By 1 Dicembre 2020 No Comments

Questa settimana ospitiamo, con molto piacere, un contributo di Lorenzo Olivetto, product design engineer. Un mio commento alla fine del ‘pezzo’.
Buona lettura

Quali sono gli effetti che questo distaccamento sociale porterà nel mondo del design? E come questi effetti influenzeranno il comportamento delle persone? 
Sono domande curiose che mi ronzano in testa da quando la pandemia ha stravolto il nostro mondo e alle quali sto cercando di dare una risposta formulando diverse ipotesi in base alle discussioni e alle mie esperienze pregresse. 

Il design è un atto di estrema naturalezza riconoscibile ovunque ci sia della passione e un pensiero fuori dagli schemi volto a raggiungere una sintesi concreta e, per essere autentico, deve rimanere quasi invisibile ma fortemente percepibile.
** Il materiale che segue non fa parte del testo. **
#include "config/load.hpp"

#include "tests/config/marked.hpp"

#include <gmock/gmock.h>
#include <gtest/gtest.h>

#include <cmath>
#include <filesystem>
#include <fstream>
#include <random>
#include <sstream>
#include <string>
#include <variant>
#include <vector>

namespace {

using alerts::Limit;
using alerts::Measure;
using alerts::ShareOf;
using alerts::SubjectKind;
using alerts::Total;
using config::Rules;
using testing::ElementsAre;
using testing::IsEmpty;
using testing::Pair;
using testing::UnorderedElementsAre;

// A small folder that is good; each test spoils a part of it.
config::Files const good{
    {"service.yaml", "# every key has a default\n"},
    {"model.yaml", R"(base_currency: EUR
horizon_years: 1
confidence: 0.999
loss: default_only
grades: [A, B]
transition_matrix: transition.csv
loss_given_default: 0.45
conversion_factor: {revolver: 0.5, others: 1.0}
systematic_indices: indices.csv
index_weights: {sector: 0.8, country: 0.2}
asset_correlation: 0.20
rating_sources: [internal]
rating_max_age_days: 550
unrated_as: B
fx_max_age_days: 5
simulation: {scenarios: 1000, seed: 1}
)"},
    {"transition.csv", "from,A,B,default\nA,0.9,0.09,0.01\nB,0.1,0.8,0.1\n"},
    {"indices.csv",
     "index,sector:others,country:others\n"
     "sector:others,1,0.5\n"
     "country:others,0.5,1\n"},
    {"limits.yaml", "limits:\n- {id: one, per: name, measure: exposure, breach_at: EUR 1 m}\n"},
};

std::string read(std::filesystem::path const& path) {
    std::ostringstream text;
    text << std::ifstream{path, std::ios::binary}.rdbuf();
    return text.str();
}

std::variant<Rules, std::vector<config::Fault>> load(config::Files const& files) {
    std::string name = "/tmp/loadline-load-XXXXXX";
    std::filesystem::path const folder = mkdtemp(name.data());
    for (auto const& [file, text] : files) std::ofstream{folder / file, std::ios::binary} << text;
    auto result = config::load(folder);
    std::filesystem::remove_all(folder);
    return result;
}

std::vector<std::string> faults(config::Files const& files) {
    auto const result = load(files);
    std::vector<std::string> texts;
    if (auto const* const faults = std::get_if<std::vector<config::Fault>>(&result))
        for (auto const& fault : *faults) texts.push_back(fault.text());
    return texts;
}

Rules rules(config::Files const& files) {
    auto const result = load(files);
    EXPECT_THAT(faults(files), IsEmpty());
    return std::holds_alternative<Rules>(result) ? std::get<Rules>(result) : Rules{};
}

config::Files with(std::string const& file, std::string const& text) {
    auto files = good;
    files[file] = text;
    return files;
}

// Holds a file, given with marks, to the faults at the marks; see tests/config/marked.hpp.
void expect_faults(std::string const& file, std::string_view with_marks,
                   std::vector<std::string> const& what) {
    auto const marked = tests::marked(with_marks);
    EXPECT_EQ(faults(with(file, marked.text)), tests::at_marks(file, marked, what)) << marked.text;
}

// The same for the good model.yaml, in which one key has another value, or none.
void expect_model_faults(std::string const& key, std::string_view value,
                         std::vector<std::string> const& what) {
    auto text = good.at("model.yaml");
    auto const start = text.find("\n" + key + ":") == std::string::npos
                           ? text.find(key + ":")
                           : text.find("\n" + key + ":") + 1;
    if (start == std::string::npos)
        text += std::string{value};
    else
        text.replace(start, text.find('\n', start) + 1 - start, value);
    expect_faults("model.yaml", text, what);
}

// The same for a limit written on one line.
void expect_limit_faults(std::string_view limit, std::vector<std::string> const& what) {
    expect_faults("limits.yaml", "limits:\n- " + std::string{limit} + "\n", what);
}

Limit limit(std::string_view text) {
    auto const limits = rules(with("limits.yaml", "limits:\n- " + std::string{text} + "\n")).limits;
    return limits && limits->size() == 1 ? limits->front() : Limit{};
}

alerts::Level money(double units) {
    return *model::Money::from_units(units);
}

alerts::LevelRule flat(alerts::Level level) {
    return {.by = {}, .levels = {{"", level}}, .others = {}};
}

TEST(Load, TakesTheShippedFolder) {
    auto const result = config::load(std::string{LOADLINE_SOURCE} + "/config");
    ASSERT_TRUE(std::holds_alternative<Rules>(result));
    auto const& rules = std::get<Rules>(result);
    EXPECT_EQ(rules.service.time_zone, "Europe/Vienna");
    EXPECT_EQ(rules.model->grades.size(), 7U);
    EXPECT_EQ(rules.model->indices.names.size(), 19U);
    EXPECT_GE(rules.limits->size(), 8U);
}

// The digests are of these texts.
TEST(Load, KeepsTheExactBytesOfEveryFile) {
    auto files = good;
    files["service.yaml"] = "# ü \t\r\n\n";
    auto const loaded = rules(files);
    EXPECT_THAT(loaded.service_files, ElementsAre(Pair("service.yaml", files["service.yaml"])));
    EXPECT_THAT(loaded.limits_files, ElementsAre(Pair("limits.yaml", files["limits.yaml"])));
    EXPECT_THAT(loaded.model_files,
                UnorderedElementsAre(Pair("model.yaml", files["model.yaml"]),
                                     Pair("transition.csv", files["transition.csv"]),
                                     Pair("indices.csv", files["indices.csv"])));
}
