import { failure, success } from '@/app/_server/errors';
import { idParams } from '@/app/_server/params';
import { noQuery, route } from '@/app/_server/route';
import { attachmentName } from '@/app/_server/attachment-name';
import { writeSheetFile } from '@/canvas/document/export-file';
import { findSheetDocument } from '@/db/queries/sheets';

/** A sheet as a file to keep: versioned JSON, which an import reads back to an equal sheet. */
export const GET = route(
  { name: 'sheet.export', permission: 'sheet.export', params: idParams, query: noQuery },
  async ({ viewer, params }) => {
    const sheet = await findSheetDocument(viewer, params.id);
    if (!sheet) return failure('notFound');
    return success(
      new Response(writeSheetFile(sheet), {
        headers: {
          'Content-Type': 'application/json; charset=utf-8',
          'Content-Disposition': attachmentName(sheet.name, 'sheet.json'),
          'Cache-Control': 'private, no-store',
        },
      }),
    );
  },
);
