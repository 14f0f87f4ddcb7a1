import type { Page } from '@playwright/test';

declare global {
  interface Window {
    benchInteractions?: Map<number, number>;
  }
}

/** The browser tells of no event that took less; rounded to 8 ms by the standard (W3C Event Timing). */
const LEAST_TOLD_MS = 16;

/** Watches every interaction of the pages to come: a press with all its events is one, a key is one. */
export async function countInteractions(page: Page): Promise<void> {
  await page.addInitScript((leastMs) => {
    const longest = (window.benchInteractions = new Map<number, number>());
    new PerformanceObserver((list) => {
      for (const entry of list.getEntries()) {
        if (!('interactionId' in entry) || typeof entry.interactionId !== 'number' || entry.interactionId === 0) continue;
        longest.set(entry.interactionId, Math.max(entry.duration, longest.get(entry.interactionId) ?? 0));
      }
    }).observe({ type: 'event', durationThreshold: leastMs, buffered: true } as PerformanceObserverInit);
  }, LEAST_TOLD_MS);
}

/**
 * How long each interaction on the present page took to its next paint, in milliseconds. One that was too short to be
 * told of counts as the shortest that is.
 */
export async function interactionDurations(page: Page): Promise<readonly number[]> {
  const { told, all } = await page.evaluate(() => ({
    told: [...(window.benchInteractions?.values() ?? [])],
    all: 'interactionCount' in performance ? Number(performance.interactionCount) : 0,
  }));
  return [...told, ...Array.from({ length: Math.max(0, all - told.length) }, () => LEAST_TOLD_MS)];
}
E’ semplificazione innanzitutto! 
Dieter Rams, famoso designer della Braun, sosteneva il noto “Less but better”, un approccio da portare con se non solo quando si parla di design ma anche in generale nella vita.

Percepisco il fare design come un viaggio ogni volta diverso, ogni volta con un biglietto di sola andata verso una meta con diverse tappe; è un’immersione in contesti ricchi di informazioni; è la ricerca spasmodica dell’equilibrio perfetto nello stare con una gamba su una trave a doppia T e con l’altra su un tappeto volante; è onestà e innovazione ma soprattutto è ricerca e studio. 
Queste due ultime parole – ricerca e studio – sono fondamentali per creare le connessioni cerebrali giuste ed avviare il processo di creazione dell’innovazione, che non deve per forza essere dirompente e stravolgere completamente le nostre vite ma deve essere percepibile, utile e duraturo nel tempo. 
Per avviare questo processo oggi giorno possiamo fare ricerche incredibili con Internet, arrivare in luoghi sperduti, nutrirci di informazioni che solo 30 anni fa ci sognavamo, parlare con il CEO di una startup nata 2 gg fa in Silicon Valley e nello stesso momento essere in chat con il nostro team di lavoro, ma tutto questo non basta per creare un Buon Design.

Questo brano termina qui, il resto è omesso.